What changed? The government got out of the way, and private contractors moved in. Government cost-plus accounting created incentives in the large aerospace companies that contracted for them, which caused managerial and administrative bloat. Government accounting rules caused paperwork costs to soar, and cost-plus removed and incentive for the big aerospace firms to innovate to cut costs.

But when private companies got into the market, innovation began to happen rapidly, and competition forced them to focus on productivity and overall costs. The traditional government contractors simply can't compete in the market as they have become too bloated and inefficient. But if private space had never been allowed, we would have no idea how much cheaper space access could be, and we'd all be assuming that $6,000 to launch a kg into orbit was just the best we could do.

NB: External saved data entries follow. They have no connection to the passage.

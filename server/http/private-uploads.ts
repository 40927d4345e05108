// Where uploads wait while they are imported: a folder only this server's user can enter (0700),
// files only it can read (0600), under random names. On a shared machine the system's temporary
// folder is readable by everyone; uploads hold a client's data.
import crypto from 'node:crypto';
import fs from 'node:fs';
import path from 'node:path';
import { pipeline } from 'node:stream/promises';
import type { Request } from 'express';
import type multer from 'multer';

/**
 * Makes `dir` (0700) or checks an existing one: a real folder (not a link), owned by this process's
 * user, with no access for group or others (tightened if it was looser). Throws when another user
 * owns it, which would let them read every upload.
 */
export function ensurePrivateDir(dir: string): void {
  fs.mkdirSync(dir, { recursive: true, mode: 0o700 });
  const st = fs.lstatSync(dir);
  if (!st.isDirectory() || st.isSymbolicLink()) throw new Error(`Upload folder ${dir} is not a plain folder`);
  if (typeof process.getuid === 'function' && st.uid !== process.getuid()) {
    throw new Error(`Upload folder ${dir} belongs to another user (uid ${st.uid}): remove it or set TMPDIR to a private folder`);
  }
  if ((st.mode & 0o077) !== 0) fs.chmodSync(dir, 0o700);
}

/** multer storage: each file written as `dir/<32 hex>` with mode 0600, created exclusively. */
export function privateDiskStorage(dir: string): multer.StorageEngine {
  return {
    _handleFile(_req: Request, file, cb) {
      const name = crypto.randomBytes(16).toString('hex');
      const target = path.join(dir, name);
      const out = fs.createWriteStream(target, { flags: 'wx', mode: 0o600 });
      let size = 0;
      file.stream.on('data', (chunk: Buffer) => (size += chunk.length));
      pipeline(file.stream, out).then(
        () => cb(null, { destination: dir, filename: name, path: target, size }),
        (err: unknown) => {
          fs.rm(target, { force: true }, () => cb(err as Error));
        },
      );
    },
    _removeFile(_req: Request, file, cb) {
      fs.rm(file.path, { force: true }, (err) => cb(err));
    },
  };
}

We still teach children the same way we taught them 100 years ago. If you took a kid from 1920 and plunked him down in a modern classroom he would feel completely at home, albeit with a few minor advancements like projectors. But the experience would be largely the same. The same is not true for just about any other modern a activity. Education productivity has actually declined as we apply ancient procedures and processes, except now we require an army of bureaucrats in the mix.

I'll wait for someone to explain why it's sensible to explain price differences for goods that are radically different over the time period shown. I won't hold my breath, though. (Comparing telecommunications and home appliances and healthcare today to that in 1950 is entirely untenable.)

Education has a limited supply, limited by how many students you can physically cram into a classroom. Whether this is a natural or regulated construction doesn't matter, it is a thing. So we have college educated teachers without jobs and tenured professors with a cushy lifestyle. Will this dynamic change?

The Baumol sectors aren't really optional. You need a place to live. You need an education to get a credential to have a career. You need necessary healthcare to live.

As other goods got cheaper there was more money slushing around that could have gone somewhere. Back in the day economist kept thinking it would go towards...a 6 hour day...a 4 hour day...a 3 day week...early retirement. Instead, it went into goods people don't really have an option to forego (and other purely positional goods). Despite all the extra resources, these sectors haven't really turned out a fundamentally better product. A lot of the extra money seems to go into various kinds of inefficiency, waste, or superfluous benefits.

In a world where these sectors didn't soak up the extra money people might work less, or have a spouse stay home with the kids, or retire earlier, or just generally have more financial security.

So for analysis of this sort, should we be measuring the cost of goods not in dollars, but in how many hours it takes to make the money to buy the goods, working at a median hourly rate?

I like the book, but I do not see why a recording is not a substitute for a musical performance, but it is a substitute for a lecture performance. Granted, neither is a perfect substitute but I think both are in improvement in productivity, broadly speaking.

Would that be because we are trying to buy more coaching/motivators, smarts and credentials and not more just knowledge and skills? Mostly if I want to learn something, I go to a coach/tutor, a book or youtube not school but if I want acknowledgement that I have smarts and skill I got to go to school.

So are we trying to buy more IQ and Longevity but failing but cannot due to the marginal befit of schooling and healthcare is to the point where additional spending is negative?

Do economists have any measures of litigiousness? I'd be interested to see how much of the cost increase comes from not just the actual lawsuits, but all the precautions taken (often wasteful) to protect against possible future lawsuits. I've recently dived into the world of K-12 education, and realized it is a much more litigious industry than I originally thought. I imagine healthcare is the same.